Exp Neurobiol 2023; 32(6): 441-452

Published online December 31, 2023

https://doi.org/10.5607/en23032

© The Korean Society for Brain and Neural Sciences

Cerebral Cavernous Malformation (CCM)-like Vessel Lesion in the Aged ANKS1A-deficient Brain

Jiyeon Lee, Haeryung Lee, Miram Shin and Soochul Park*

Department of Biological Sciences, Sookmyung Women’s University, Seoul 04310, Korea

Correspondence to: *To whom correspondence should be addressed.
TEL: 82-2-710-9330, FAX: 82-2-710-9331
e-mail: scpark@sookmyung.ac.kr
These authors contributed equally to this article.

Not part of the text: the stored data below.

import { DomainError } from '@shared/domain/errors'
import { percentOf } from '@shared/domain/money/money'
import { addDays, compareIso, daysBetween } from '@shared/domain/dates/dates'

export const PAYMENT_TERMS = ['prepay', 'net_15', 'net_30'] as const
export type PaymentTerms = (typeof PAYMENT_TERMS)[number]

/** Days from the invoice date to the due date: net N is due N days after it (common practice). */
export const TERM_DAYS: Readonly<Record<PaymentTerms, number>> = { prepay: 0, net_15: 15, net_30: 30 }

export function isPaymentTerms(value: unknown): value is PaymentTerms {
  return (PAYMENT_TERMS as readonly unknown[]).includes(value)
}

export function dueDate(issueDate: string, terms: PaymentTerms): string {
  if (!isPaymentTerms(terms))
    throw new DomainError('invalid_terms', `Unknown payment terms: ${String(terms)}`, 'terms')
  return addDays(issueDate, TERM_DAYS[terms])
}

export type InvoiceStatus = 'open' | 'part_paid' | 'paid' | 'overdue' | 'void'

export interface InvoiceAmounts {
  totalCents: number
  paidCents: number
  dueDate: string
  voided: boolean
}

function requireCents(value: number, field: string): void {
  if (!Number.isSafeInteger(value) || value < 0) {
    throw new DomainError('invalid_amount', `${field} must be whole cents ≥ 0 (got ${value})`, field)
  }
}

export function outstandingCents(invoice: InvoiceAmounts): number {
  requireCents(invoice.totalCents, 'totalCents')
  requireCents(invoice.paidCents, 'paidCents')
  return invoice.voided ? 0 : Math.max(0, invoice.totalCents - invoice.paidCents)
}

/**
 * void beats everything; then paid (in full or over); then overdue, which outranks part paid
 * because money still missing after the due date is the fact to act on. Due on the due date,
 * overdue from the day after.
 */
export function invoiceStatus(invoice: InvoiceAmounts, today: string): InvoiceStatus {
  const outstanding = outstandingCents(invoice)
  if (invoice.voided) return 'void'
  if (outstanding === 0) return 'paid'
  if (compareIso(today, invoice.dueDate) > 0) return 'overdue'
  return invoice.paidCents > 0 ? 'part_paid' : 'open'
}

export const AGEING_BUCKETS = ['current', '1_30', '31_60', '61_90', 'over_90'] as const
export type AgeingBucket = (typeof AGEING_BUCKETS)[number]

/** By days past due: 0 or less is current, then 1–30, 31–60, 61–90, over 90. */
export function ageingBucket(due: string, today: string): AgeingBucket {
  const late = daysBetween(due, today)
  if (late <= 0) return 'current'
  if (late <= 30) return '1_30'
  if (late <= 60) return '31_60'
  if (late <= 90) return '61_90'
  return 'over_90'
}

export interface Ageing {
  byBucket: Record<AgeingBucket, number>
  outstandingCents: number
}

/** Outstanding cents per bucket; void and paid invoices add nothing. */
export function ageing(invoices: readonly InvoiceAmounts[], today: string): Ageing {
  const byBucket: Record<AgeingBucket, number> = { current: 0, '1_30': 0, '31_60': 0, '61_90': 0, over_90: 0 }
  let total = 0
  for (const invoice of invoices) {
    const owed = outstandingCents(invoice)
    if (owed === 0) continue
    byBucket[ageingBucket(invoice.dueDate, today)] += owed
    total += owed
  }
  return { byBucket, outstandingCents: total }
}

/**
 * Terms like 2/10 net 30: `discountPct` off the invoice total when paid within `discountDays` of
 * the invoice date (REFERENCES: 2/10 net 30), the last day included (common practice). Rounded
 * half up to the cent.
 */
export function earlyPaymentDiscount(input: {
  totalCents: number
  issueDate: string
  paidOn: string
  discountPct: number
  discountDays: number
}): number {
  requireCents(input.totalCents, 'totalCents')
  if (typeof input.discountPct !== 'number' || !(input.discountPct >= 0 && input.discountPct <= 100)) {
    throw new DomainError(
      'invalid_discount',
      `Discount must be 0–100 % (got ${input.discountPct})`,
      'discountPct',
    )
  }
  if (!Number.isSafeInteger(input.discountDays) || input.discountDays < 0) {
    throw new DomainError('invalid_days', `Discount days must be a whole number ≥ 0`, 'discountDays')
  }
  const days = daysBetween(input.issueDate, input.paidOn)
  if (days > input.discountDays) return 0
  return percentOf(input.totalCents, input.discountPct)
}

/**
 * Invoice numbers read `2026-000123`: the four-digit year of the invoice date, a hyphen, and the
 * invoice's place in that year's series, zero-padded to six digits; the studio's optional prefix
 * (settings: 1–6 capital letters or digits, starting with a letter) goes in front with a hyphen,
 * `SB-2026-000123`. One series per year, gapless (Council Directive 2006/112/EC, Art. 226(2),
 * asks for a sequential number; some national laws add "without gaps"): the server hands out the
 * next sequence inside the transaction that issues the invoice.
 */
const PREFIX = /^[A-Z][A-Z0-9]{0,5}$/

function requirePrefix(prefix: string): void {
  if (prefix !== '' && !PREFIX.test(prefix)) {
    throw new DomainError(
      'invalid_prefix',
      'An invoice prefix is 1–6 capital letters or digits, starting with a letter',
      'prefix',
    )
  }
}

export function formatInvoiceNumber(year: number, seq: number, prefix = ''): string {
  requirePrefix(prefix)
  if (!Number.isSafeInteger(year) || year < 1000 || year > 9999) {
    throw new DomainError('invalid_year', `An invoice year has four digits (got ${year})`, 'year')
  }
  if (!Number.isSafeInteger(seq) || seq < 1 || seq > 999_999) {
    throw new DomainError('invalid_sequence', `The sequence runs 1–999999 (got ${seq})`, 'seq')
  }
  return `${prefix === '' ? '' : `${prefix}-`}${year}-${String(seq).padStart(6, '0')}`
}

export function parseInvoiceNumber(text: string, prefix = ''): { year: number; seq: number } | null {
  requirePrefix(prefix)
  const lead = prefix === '' ? '' : `${prefix}-`
  const clean = text.trim().toUpperCase()
  if (!clean.startsWith(lead)) return null
  const match = /^(\d{4})-(\d{6})$/.exec(clean.slice(lead.length))
  if (!match) return null
  const year = Number(match[1])
  const seq = Number(match[2])
  return year >= 1000 && seq >= 1 ? { year, seq } : null
}

/**
 * Checks one year's issued sequences: numbers skipped below the highest, and numbers used twice.
 * Both lists are empty for a gapless series.
 */
export function checkInvoiceSeries(seqs: readonly number[]): { missing: number[]; duplicated: number[] } {
  const issued = new Set<number>()
  const duplicated = new Set<number>()
  let highest = 0
  seqs.forEach((seq, i) => {
    if (!Number.isSafeInteger(seq) || seq < 1 || seq > 999_999) {
      throw new DomainError('invalid_sequence', `The sequence runs 1–999999 (got ${seq})`, `seqs.${i}`)
    }
    if (issued.has(seq)) duplicated.add(seq)
    issued.add(seq)
    highest = Math.max(highest, seq)
  })
  const missing: number[] = []
  for (let seq = 1; seq <= highest; seq++) if (!issued.has(seq)) missing.push(seq)
  return { missing, duplicated: [...duplicated].sort((a, b) => a - b) }
}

Received: September 29, 2023; Revised: December 11, 2023; Accepted: December 15, 2023

This is an Open Access article distributed under the terms of the Creative Commons Attribution Non-Commercial License (http://creativecommons.org/licenses/by-nc/4.0) which permits unrestricted non-commercial use, distribution, and reproduction in any medium, provided the original work is properly cited.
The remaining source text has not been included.